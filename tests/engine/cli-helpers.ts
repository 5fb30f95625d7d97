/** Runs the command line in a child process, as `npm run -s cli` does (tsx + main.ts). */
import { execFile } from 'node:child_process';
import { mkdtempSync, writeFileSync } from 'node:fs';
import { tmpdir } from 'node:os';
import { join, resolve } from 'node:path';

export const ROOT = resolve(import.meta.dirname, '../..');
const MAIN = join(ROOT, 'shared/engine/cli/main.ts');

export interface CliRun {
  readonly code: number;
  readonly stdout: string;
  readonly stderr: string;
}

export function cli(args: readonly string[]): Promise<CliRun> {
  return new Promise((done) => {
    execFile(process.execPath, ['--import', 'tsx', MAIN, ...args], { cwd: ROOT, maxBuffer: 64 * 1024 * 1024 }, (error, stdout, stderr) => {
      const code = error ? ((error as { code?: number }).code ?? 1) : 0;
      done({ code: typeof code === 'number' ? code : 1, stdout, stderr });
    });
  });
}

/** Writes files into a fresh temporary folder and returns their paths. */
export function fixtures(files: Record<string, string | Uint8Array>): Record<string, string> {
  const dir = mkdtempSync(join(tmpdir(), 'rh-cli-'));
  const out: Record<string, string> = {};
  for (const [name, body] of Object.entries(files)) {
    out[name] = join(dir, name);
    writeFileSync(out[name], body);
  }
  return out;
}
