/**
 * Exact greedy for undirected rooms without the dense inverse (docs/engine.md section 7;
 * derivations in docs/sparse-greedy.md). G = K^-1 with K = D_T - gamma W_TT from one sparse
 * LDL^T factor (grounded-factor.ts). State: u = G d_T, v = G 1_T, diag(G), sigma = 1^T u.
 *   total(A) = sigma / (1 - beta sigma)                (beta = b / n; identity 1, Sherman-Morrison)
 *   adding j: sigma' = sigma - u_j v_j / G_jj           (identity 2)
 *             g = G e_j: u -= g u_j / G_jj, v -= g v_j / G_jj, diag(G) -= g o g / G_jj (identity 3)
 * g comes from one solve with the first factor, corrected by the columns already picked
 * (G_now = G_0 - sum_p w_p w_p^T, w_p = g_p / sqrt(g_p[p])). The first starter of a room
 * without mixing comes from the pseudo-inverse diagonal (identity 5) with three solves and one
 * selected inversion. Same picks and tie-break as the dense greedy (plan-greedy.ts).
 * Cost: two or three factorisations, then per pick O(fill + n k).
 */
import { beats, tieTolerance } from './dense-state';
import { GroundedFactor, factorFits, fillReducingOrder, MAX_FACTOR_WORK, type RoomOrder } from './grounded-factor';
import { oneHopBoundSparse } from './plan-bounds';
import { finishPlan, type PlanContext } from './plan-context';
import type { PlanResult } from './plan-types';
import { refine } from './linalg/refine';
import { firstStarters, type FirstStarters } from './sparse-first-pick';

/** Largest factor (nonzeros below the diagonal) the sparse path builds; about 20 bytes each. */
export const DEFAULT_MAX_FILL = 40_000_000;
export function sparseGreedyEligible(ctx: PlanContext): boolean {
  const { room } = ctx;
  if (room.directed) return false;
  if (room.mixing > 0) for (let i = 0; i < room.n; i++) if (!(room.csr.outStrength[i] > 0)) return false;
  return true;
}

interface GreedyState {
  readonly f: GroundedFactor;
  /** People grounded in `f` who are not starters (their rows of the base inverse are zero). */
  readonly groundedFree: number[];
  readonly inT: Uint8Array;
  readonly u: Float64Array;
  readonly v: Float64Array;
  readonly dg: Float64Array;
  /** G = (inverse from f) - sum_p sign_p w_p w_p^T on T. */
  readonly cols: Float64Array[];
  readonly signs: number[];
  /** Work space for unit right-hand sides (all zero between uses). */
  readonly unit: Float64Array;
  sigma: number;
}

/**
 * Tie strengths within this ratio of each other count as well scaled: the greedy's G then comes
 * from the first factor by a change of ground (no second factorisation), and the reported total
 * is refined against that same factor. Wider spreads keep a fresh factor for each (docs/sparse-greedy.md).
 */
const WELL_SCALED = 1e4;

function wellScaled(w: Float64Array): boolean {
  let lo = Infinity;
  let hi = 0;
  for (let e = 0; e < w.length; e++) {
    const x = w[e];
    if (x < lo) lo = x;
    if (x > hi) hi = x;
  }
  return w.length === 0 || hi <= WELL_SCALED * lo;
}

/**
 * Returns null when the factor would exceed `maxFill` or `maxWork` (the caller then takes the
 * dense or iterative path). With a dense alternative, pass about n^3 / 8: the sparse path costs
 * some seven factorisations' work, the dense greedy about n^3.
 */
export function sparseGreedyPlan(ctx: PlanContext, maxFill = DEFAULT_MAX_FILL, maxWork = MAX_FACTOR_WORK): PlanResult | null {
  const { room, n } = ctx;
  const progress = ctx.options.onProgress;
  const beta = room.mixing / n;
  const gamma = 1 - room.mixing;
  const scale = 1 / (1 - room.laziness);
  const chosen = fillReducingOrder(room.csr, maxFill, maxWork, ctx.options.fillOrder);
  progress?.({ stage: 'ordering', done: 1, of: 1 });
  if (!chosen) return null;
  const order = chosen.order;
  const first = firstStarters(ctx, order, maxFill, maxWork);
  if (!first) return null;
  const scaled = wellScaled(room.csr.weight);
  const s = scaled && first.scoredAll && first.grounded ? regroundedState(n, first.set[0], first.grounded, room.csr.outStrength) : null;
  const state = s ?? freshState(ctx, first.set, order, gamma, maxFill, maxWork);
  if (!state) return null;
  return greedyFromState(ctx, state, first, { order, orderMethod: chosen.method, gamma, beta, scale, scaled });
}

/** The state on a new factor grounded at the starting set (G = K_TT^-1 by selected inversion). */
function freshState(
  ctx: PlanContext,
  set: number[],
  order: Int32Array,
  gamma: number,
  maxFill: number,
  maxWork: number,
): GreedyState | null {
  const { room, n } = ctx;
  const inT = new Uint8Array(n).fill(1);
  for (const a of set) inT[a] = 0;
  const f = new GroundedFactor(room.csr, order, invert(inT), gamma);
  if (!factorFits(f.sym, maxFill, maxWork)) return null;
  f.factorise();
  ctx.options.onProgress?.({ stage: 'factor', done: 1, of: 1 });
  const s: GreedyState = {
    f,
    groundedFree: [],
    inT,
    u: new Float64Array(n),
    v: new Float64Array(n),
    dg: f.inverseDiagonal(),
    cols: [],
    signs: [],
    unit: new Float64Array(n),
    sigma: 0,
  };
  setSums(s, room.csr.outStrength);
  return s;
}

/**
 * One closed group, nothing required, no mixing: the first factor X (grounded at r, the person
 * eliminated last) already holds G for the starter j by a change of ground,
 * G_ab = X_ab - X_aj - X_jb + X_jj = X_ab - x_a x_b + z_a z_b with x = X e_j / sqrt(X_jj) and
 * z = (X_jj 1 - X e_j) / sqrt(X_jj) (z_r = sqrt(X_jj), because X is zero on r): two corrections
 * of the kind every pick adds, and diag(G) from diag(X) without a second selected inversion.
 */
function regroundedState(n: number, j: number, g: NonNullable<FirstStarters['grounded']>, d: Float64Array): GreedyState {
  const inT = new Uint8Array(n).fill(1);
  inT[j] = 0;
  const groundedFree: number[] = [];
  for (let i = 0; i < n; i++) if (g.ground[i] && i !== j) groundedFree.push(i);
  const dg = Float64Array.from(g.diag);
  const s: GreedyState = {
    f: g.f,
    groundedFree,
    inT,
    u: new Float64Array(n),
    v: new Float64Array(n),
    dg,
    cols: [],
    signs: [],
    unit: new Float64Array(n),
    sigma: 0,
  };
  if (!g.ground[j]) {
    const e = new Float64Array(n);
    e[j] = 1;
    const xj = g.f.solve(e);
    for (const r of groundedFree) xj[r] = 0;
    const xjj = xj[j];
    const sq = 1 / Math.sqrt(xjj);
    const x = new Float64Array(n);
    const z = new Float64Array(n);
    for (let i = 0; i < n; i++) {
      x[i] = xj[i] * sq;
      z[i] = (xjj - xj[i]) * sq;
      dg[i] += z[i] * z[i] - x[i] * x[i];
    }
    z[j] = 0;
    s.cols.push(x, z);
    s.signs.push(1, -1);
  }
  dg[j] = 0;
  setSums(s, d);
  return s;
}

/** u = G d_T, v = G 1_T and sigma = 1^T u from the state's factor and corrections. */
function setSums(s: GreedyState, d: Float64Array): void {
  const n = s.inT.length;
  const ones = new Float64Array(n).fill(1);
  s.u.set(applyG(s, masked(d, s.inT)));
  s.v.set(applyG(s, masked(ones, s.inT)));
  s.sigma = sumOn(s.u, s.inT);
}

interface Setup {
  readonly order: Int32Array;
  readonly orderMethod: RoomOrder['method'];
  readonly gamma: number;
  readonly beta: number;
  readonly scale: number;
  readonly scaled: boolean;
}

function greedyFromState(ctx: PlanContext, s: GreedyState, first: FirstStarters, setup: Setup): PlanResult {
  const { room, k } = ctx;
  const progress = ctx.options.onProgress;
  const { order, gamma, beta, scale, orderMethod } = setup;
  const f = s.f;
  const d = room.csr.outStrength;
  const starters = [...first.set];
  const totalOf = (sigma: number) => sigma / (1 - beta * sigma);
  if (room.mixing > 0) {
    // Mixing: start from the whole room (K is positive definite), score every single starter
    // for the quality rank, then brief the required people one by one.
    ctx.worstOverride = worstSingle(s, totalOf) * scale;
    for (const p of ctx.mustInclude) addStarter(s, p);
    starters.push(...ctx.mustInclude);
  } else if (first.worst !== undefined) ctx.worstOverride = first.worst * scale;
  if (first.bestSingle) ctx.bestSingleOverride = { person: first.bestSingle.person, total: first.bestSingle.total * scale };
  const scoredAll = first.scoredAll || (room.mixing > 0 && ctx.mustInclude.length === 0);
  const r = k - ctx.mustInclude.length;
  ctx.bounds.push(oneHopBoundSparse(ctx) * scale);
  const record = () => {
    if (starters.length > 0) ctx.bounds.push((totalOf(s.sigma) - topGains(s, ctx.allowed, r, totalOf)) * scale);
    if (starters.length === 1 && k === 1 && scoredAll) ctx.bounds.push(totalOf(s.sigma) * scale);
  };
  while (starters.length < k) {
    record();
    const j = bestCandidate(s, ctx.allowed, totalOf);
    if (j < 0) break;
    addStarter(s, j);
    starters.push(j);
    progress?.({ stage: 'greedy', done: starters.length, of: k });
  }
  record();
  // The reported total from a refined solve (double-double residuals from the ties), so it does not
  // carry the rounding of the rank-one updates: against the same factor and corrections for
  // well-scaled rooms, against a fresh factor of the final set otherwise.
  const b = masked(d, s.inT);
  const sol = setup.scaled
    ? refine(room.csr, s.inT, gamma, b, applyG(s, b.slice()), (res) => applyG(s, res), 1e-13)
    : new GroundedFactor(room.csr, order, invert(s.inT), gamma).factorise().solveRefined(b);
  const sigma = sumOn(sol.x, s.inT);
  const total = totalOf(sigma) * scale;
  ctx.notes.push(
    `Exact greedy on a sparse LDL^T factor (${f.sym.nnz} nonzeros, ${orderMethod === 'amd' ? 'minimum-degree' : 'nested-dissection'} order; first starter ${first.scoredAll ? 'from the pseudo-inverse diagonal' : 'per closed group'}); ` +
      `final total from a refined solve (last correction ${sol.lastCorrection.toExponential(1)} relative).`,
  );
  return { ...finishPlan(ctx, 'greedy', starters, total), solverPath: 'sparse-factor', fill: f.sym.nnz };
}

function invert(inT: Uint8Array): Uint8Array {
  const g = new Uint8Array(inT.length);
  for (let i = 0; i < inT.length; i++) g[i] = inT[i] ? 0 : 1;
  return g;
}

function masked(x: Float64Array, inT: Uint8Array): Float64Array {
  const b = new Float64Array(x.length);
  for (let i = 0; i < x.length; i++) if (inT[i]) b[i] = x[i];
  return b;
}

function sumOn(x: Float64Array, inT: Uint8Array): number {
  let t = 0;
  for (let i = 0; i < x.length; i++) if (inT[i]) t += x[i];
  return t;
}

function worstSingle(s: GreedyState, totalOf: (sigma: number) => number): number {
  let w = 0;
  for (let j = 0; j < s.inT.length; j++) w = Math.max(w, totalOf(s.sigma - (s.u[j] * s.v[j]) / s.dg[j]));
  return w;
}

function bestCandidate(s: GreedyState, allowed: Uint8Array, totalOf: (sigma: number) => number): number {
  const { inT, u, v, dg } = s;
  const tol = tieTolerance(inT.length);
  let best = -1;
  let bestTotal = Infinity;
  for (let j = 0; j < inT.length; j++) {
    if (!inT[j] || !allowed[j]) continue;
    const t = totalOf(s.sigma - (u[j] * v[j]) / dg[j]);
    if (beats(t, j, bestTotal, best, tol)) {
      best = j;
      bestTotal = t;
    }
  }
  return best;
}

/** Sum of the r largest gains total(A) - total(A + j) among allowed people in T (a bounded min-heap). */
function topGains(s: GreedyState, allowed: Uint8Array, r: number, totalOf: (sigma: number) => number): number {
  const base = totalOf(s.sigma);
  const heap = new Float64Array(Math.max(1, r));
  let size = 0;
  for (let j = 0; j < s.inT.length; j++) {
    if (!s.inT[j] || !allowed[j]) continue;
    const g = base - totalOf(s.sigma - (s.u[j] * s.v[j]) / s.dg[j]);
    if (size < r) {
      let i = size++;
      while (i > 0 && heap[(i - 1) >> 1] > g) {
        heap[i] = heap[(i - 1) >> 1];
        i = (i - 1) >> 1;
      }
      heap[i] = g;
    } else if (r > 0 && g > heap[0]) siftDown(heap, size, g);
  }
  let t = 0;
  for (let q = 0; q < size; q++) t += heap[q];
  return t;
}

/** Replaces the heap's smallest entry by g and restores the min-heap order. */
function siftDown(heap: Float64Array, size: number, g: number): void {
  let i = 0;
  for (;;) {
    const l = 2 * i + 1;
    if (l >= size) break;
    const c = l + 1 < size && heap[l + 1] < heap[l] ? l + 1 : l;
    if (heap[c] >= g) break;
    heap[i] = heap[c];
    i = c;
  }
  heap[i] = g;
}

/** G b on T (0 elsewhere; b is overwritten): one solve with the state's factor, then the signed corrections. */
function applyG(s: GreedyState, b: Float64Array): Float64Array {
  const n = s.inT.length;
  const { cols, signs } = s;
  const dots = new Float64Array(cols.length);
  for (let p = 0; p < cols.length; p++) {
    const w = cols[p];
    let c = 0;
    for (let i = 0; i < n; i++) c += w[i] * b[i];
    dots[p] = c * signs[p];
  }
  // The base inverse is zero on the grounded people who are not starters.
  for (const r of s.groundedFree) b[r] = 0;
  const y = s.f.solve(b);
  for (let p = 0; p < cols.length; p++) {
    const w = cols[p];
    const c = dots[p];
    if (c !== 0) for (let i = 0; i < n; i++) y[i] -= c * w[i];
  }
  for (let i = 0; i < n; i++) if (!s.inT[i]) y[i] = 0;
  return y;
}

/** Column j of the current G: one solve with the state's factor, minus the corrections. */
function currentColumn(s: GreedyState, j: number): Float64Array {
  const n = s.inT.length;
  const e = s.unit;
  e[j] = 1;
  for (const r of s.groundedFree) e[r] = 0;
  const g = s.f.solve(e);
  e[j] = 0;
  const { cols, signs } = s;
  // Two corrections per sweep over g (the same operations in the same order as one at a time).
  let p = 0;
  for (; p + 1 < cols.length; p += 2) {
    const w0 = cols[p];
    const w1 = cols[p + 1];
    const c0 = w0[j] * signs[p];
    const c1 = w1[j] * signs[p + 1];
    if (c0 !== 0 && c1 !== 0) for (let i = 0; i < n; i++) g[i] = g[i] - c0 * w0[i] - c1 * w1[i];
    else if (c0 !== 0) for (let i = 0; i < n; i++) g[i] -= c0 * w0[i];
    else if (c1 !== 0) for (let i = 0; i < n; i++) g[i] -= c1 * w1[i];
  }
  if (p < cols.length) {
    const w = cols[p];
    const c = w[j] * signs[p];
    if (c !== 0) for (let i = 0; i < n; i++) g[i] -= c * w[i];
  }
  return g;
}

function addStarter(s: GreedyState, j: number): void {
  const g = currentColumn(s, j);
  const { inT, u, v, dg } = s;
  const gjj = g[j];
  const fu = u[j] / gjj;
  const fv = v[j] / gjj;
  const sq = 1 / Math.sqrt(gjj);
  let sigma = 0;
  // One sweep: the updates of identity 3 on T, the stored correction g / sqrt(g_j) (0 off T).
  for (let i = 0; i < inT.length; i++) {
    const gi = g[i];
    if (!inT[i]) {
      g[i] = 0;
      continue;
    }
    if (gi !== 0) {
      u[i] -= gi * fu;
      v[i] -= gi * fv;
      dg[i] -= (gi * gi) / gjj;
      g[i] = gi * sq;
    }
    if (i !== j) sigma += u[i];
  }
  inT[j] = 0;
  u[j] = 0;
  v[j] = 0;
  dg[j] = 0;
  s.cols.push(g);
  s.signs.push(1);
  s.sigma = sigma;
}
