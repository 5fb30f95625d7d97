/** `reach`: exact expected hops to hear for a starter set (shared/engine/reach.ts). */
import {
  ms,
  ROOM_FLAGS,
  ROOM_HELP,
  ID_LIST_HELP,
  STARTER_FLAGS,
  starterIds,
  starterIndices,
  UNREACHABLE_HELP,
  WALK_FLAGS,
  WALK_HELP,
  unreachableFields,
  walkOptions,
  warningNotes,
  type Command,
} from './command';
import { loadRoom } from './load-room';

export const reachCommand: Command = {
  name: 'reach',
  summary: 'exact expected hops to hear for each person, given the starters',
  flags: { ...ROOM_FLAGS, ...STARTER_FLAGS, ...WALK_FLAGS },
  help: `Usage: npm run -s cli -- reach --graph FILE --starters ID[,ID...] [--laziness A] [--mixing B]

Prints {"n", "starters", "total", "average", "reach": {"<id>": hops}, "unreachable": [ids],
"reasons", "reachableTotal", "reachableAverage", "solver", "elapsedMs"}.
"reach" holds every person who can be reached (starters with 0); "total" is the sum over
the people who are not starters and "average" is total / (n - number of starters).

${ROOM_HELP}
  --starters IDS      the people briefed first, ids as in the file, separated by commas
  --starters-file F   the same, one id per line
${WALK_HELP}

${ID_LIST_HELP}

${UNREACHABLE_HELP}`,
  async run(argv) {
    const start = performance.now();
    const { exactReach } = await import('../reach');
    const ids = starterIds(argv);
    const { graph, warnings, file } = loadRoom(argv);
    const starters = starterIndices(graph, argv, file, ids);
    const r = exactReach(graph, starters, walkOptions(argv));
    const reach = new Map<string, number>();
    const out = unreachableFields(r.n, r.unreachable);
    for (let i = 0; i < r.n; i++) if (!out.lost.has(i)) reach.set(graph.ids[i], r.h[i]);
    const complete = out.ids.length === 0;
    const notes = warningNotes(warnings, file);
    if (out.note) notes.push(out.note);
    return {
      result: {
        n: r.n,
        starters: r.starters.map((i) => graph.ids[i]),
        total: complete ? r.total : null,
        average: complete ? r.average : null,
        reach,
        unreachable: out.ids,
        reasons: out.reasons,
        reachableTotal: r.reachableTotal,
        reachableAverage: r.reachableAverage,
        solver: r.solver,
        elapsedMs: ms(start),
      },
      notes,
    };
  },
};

---------------

ASSIGNMENT —
Find the word "scoredAll" in the entries above. Copy every line that has it.

COMPLETED EXERCISE —
  const s = scaled && first.scoredAll && first.grounded ? regroundedState(n, first.set[0], first.grounded, room.csr.outStrength) : null;
  const scoredAll = first.scoredAll || (room.mixing > 0 && ctx.mustInclude.length === 0);
    if (starters.length === 1 && k === 1 && scoredAll) ctx.bounds.push(totalOf(s.sigma) * scale);
    `Exact greedy on a sparse LDL^T factor (${f.sym.nnz} nonzeros, ${orderMethod === 'amd' ? 'minimum-degree' : 'nested-dissection'} order; first starter ${first.scoredAll ? 'from the pseudo-inverse diagonal' : 'per closed group'}); ` +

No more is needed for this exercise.